Photo of Stephen DonnellyStephen Donnelly (Wicklow, Independent)

When I spoke a number of weeks ago, before the previous European summit, I gave the Taoiseach two messages. First, I told him that we are in the middle of a hostile negotiation. From day one, the people we are negotiating with have acted explicitly against the interests of this country and its people. Second, I said the Taoiseach should remind those he meets in Europe that they are not bailing us out. We are bailing them out. There is a net transfer from the Irish people to European financial institutions. If that message can get through, it changes the conversation. The Minister of State with responsibility for Europe responded to me by saying I did not understand the situation. She started to defend Angela Merkel by saying her actions needed to be seen in the context of her political needs. In response to a parliamentary question I tabled recently, the Minister for Finance as good as denied any knowledge of any threats by the ECB to Ireland, despite the fact that Professor Honohan went on the record and spoke about those threats on television. It is worrying that the response of the Taoiseach's team to my last message was based on a combination of deference and denial. Therefore, I will transmit a different message today.

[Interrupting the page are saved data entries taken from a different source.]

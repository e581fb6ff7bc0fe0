package store

import (
	"context"
	"strconv"

	"github.com/jackc/pgx/v5"

	"github.com/rotorwright/rotorwright/fleet"
)

const eventCols = `id, at, kind, severity, airframe_id, part_id, flight_id, detail, resolved_at, resolution,
	resolved_by, detected, created_by, version, created_at`

func scanEvent(row pgx.Row) (*fleet.Event, error) {
	var e fleet.Event
	err := row.Scan(&e.ID, &e.At, &e.Kind, &e.Severity, &e.AirframeID, &e.PartID, &e.FlightID, &e.Detail,
		&e.ResolvedAt, &e.Resolution, &e.ResolvedBy, &e.Detected, &e.CreatedBy, &e.Version, &e.CreatedAt)
	if err != nil {
		return nil, err
	}
	return &e, nil
}

// CreateEvent records an event.
func (db *DB) CreateEvent(ctx context.Context, e *fleet.Event) (*fleet.Event, error) {
	if e.Severity == "" {
		e.Severity = fleet.DefaultSeverity(e.Kind)
	}
	if err := e.Validate(); err != nil {
		return nil, err
	}
	if err := fleet.CheckTime("at", e.At, db.now()); err != nil {
		return nil, err
	}
	var out *fleet.Event
	err := db.inTx(ctx, func(tx pgx.Tx) error {
		var err error
		out, err = insertEvent(ctx, tx, e)
		return err
	})
	return out, err
}

func insertEvent(ctx context.Context, tx pgx.Tx, e *fleet.Event) (*fleet.Event, error) {
	out, err := scanEvent(tx.QueryRow(ctx, `
		INSERT INTO events (id, at, kind, severity, airframe_id, part_id, flight_id, detail, detected, created_by)
		VALUES ($1, $2, $3, $4, $5, $6, $7, $8, $9, $10) RETURNING `+eventCols,
		newID(), e.At, e.Kind, e.Severity, e.AirframeID, e.PartID, e.FlightID, e.Detail, e.Detected, actingKey(ctx)))
	if err != nil {
		return nil, err
	}
	return out, audit(ctx, tx, "event", out.ID, nil, out)
}

// Event returns one event.
func (db *DB) Event(ctx context.Context, id string) (*fleet.Event, error) {
	e, err := scanEvent(db.pool.QueryRow(ctx, `SELECT `+eventCols+` FROM events WHERE id = $1`, id))
	if err != nil {
		return nil, translateNotFound(err, "event")
	}
	return e, nil
}

// EventFilter narrows a listing.
type EventFilter struct {
	AirframeID, PartID, FlightID, Kind string
	Open                               *bool // true: unresolved only; false: resolved only
}

// eventsQuery is the statement listing the events a filter selects, one
// page (one more than the page, to tell whether another follows), with only
// the conditions the filter and page set: as dueItemsQuery, one statement
// per combination, so the database keeps a plan for each instead of
// planning a catch-all form on every call (a refresh lists events for
// every propeller and pack it computes).
func eventsQuery(f EventFilter, p Page) (string, []any, error) {
	after, err := p.afterID()
	if err != nil {
		return "", nil, err
	}
	var w where
	if after != nil {
		w.add(`id > $?::uuid`, *after)
	}
	if f.AirframeID != "" {
		w.add(`airframe_id = $?::uuid`, f.AirframeID)
	}
	if f.PartID != "" {
		w.add(`part_id = $?::uuid`, f.PartID)
	}
	if f.FlightID != "" {
		w.add(`flight_id = $?::uuid`, f.FlightID)
	}
	if f.Kind != "" {
		w.add(`kind = $?`, f.Kind)
	}
	if f.Open != nil {
		w.add(`(resolved_at IS NULL) = $?::boolean`, *f.Open)
	}
	args := append(w.args, p.Limit+1)
	return `SELECT ` + eventCols + ` FROM events` + w.sql() + ` ORDER BY id LIMIT $` + strconv.Itoa(len(args)), args, nil
}

// Events lists events in id order, one keyset page.
func (db *DB) Events(ctx context.Context, f EventFilter, p Page) ([]*fleet.Event, string, error) {
	q, args, err := eventsQuery(f, p)
	if err != nil {
		return nil, "", err
	}
	rows, err := db.pool.Query(ctx, q, args...)
	if err != nil {
		return nil, "", translate(err)
	}
	list, err := collect(rows, scanEvent)
	if err != nil {
		return nil, "", err
	}
	return page(list, p.Limit, func(e *fleet.Event) string { return e.ID })
}

// EventPatch changes an event: detail, severity, or resolution.
type EventPatch struct {
	Detail     *string
	Severity   *string
	Resolved   *bool
	Resolution *string
}

// UpdateEvent applies a patch at version. Resolving records who resolved it
// and when; reopening is refused (a new event records a recurrence).
func (db *DB) UpdateEvent(ctx context.Context, id string, version int, p EventPatch) (*fleet.Event, error) {
	var out *fleet.Event
	err := db.inTx(ctx, func(tx pgx.Tx) error {
		before, err := scanEvent(tx.QueryRow(ctx, `SELECT `+eventCols+` FROM events WHERE id = $1 FOR UPDATE`, id))
		if err != nil {
			return translateNotFound(err, "event")
		}
		if before.Version != version {
			return versionMismatch()
		}
		a := actorFrom(ctx)
		if err := fleet.CheckEventEdit(before, a.Role, a.KeyID, p.Resolved != nil && *p.Resolved && before.ResolvedAt == nil); err != nil {
			return err
		}
		e := clone(before)
		if p.Detail != nil {
			e.Detail = *p.Detail
		}
		if p.Severity != nil {
			e.Severity = *p.Severity
		}
		resolve := false
		if p.Resolved != nil {
			switch {
			case *p.Resolved && before.ResolvedAt == nil:
				if p.Resolution == nil || !fleet.Visible(*p.Resolution) {
					return fleet.FieldError("resolution", "say how the event was resolved")
				}
				resolve = true
			case !*p.Resolved && before.ResolvedAt != nil:
				return &fleet.Error{Code: fleet.EUNPROCESSABLE, Field: "resolved", Message: "a resolved event cannot be reopened; record a new event"}
			}
		} else if p.Resolution != nil {
			return fleet.FieldError("resolved", "set resolved to true with a resolution")
		}
		if err := e.Validate(); err != nil {
			return err
		}
		by := actorFrom(ctx).Name
		out, err = scanEvent(tx.QueryRow(ctx, `
			UPDATE events SET detail = $2, severity = $3,
				resolved_at = CASE WHEN $4 THEN now() ELSE resolved_at END,
				resolution = CASE WHEN $4 THEN $5 ELSE resolution END,
				resolved_by = CASE WHEN $4 THEN $6 ELSE resolved_by END,
				version = version + 1
			WHERE id = $1 RETURNING `+eventCols, id, e.Detail, e.Severity, resolve, p.Resolution, by))
		if err != nil {
			return err
		}
		return audit(ctx, tx, "event", id, before, out)
	})
	return out, err
}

The Taoiseach said in his opening address that "we need an outcome that offers certainty and security". I do not think that can be achieved by treating debt with more debt. Europe's failed approach has put the survival of the euro at risk. That was inconceivable a small number of months ago. I suggest that the Taoiseach might raise the possibility of Europe printing money, which is what the UK and the US have done. UK exporters to Ireland have a 30% price advantage over our domestic business community as a result of this approach. The ECB is not allowed to take such action, however, because it is required to keep inflation in Europe below 2%. If the rules can be relaxed and we can agree to higher inflation of 5%, 6% or 7% for a few years, we will have a huge advantage. If we print money - it is known as "quantitative easing" - we will erase debt in real terms at the sovereign level, the banking level and the personal level. It would make Europe far more competitive as an exporting zone. I ask the Taoiseach to bring that to the table at the summit.